[[ Excerpted data, beginning ]]

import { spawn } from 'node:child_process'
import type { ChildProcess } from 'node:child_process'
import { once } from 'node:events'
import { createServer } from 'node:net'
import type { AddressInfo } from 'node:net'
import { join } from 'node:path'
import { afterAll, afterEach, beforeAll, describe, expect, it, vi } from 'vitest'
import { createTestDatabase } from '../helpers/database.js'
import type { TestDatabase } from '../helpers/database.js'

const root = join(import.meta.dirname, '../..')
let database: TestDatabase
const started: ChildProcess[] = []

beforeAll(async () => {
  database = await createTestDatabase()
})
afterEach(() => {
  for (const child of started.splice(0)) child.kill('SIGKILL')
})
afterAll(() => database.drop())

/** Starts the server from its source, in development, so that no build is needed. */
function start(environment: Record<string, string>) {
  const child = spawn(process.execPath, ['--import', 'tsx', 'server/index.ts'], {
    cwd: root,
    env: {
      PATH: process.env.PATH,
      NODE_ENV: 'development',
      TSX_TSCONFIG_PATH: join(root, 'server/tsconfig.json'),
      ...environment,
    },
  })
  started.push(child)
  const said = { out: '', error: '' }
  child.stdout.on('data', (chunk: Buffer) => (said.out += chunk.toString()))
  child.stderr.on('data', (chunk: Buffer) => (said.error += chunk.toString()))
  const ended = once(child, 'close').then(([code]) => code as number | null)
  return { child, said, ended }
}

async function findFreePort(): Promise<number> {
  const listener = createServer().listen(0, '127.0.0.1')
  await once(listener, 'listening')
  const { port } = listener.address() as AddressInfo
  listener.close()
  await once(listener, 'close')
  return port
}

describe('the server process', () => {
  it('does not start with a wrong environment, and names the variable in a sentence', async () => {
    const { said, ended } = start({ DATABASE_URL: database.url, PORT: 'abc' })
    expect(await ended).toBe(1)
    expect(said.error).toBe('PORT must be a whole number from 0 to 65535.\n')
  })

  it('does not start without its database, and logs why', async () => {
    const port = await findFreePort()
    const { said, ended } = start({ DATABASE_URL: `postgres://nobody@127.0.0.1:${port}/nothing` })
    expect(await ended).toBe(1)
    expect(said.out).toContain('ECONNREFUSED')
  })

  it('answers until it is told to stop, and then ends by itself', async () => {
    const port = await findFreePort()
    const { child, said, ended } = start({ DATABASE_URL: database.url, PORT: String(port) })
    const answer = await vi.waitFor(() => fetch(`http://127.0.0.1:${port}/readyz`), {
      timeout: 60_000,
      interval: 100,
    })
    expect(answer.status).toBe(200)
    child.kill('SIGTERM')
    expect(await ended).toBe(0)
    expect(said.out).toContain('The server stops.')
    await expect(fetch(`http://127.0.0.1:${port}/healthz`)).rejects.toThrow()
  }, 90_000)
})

[[ Excerpted data, end ]]

Task to carry out: Wherever a line of the entries holds the string "chunk", copy that line.

Answer space:
  child.stdout.on('data', (chunk: Buffer) => (said.out += chunk.toString()))
  child.stderr.on('data', (chunk: Buffer) => (said.error += chunk.toString()))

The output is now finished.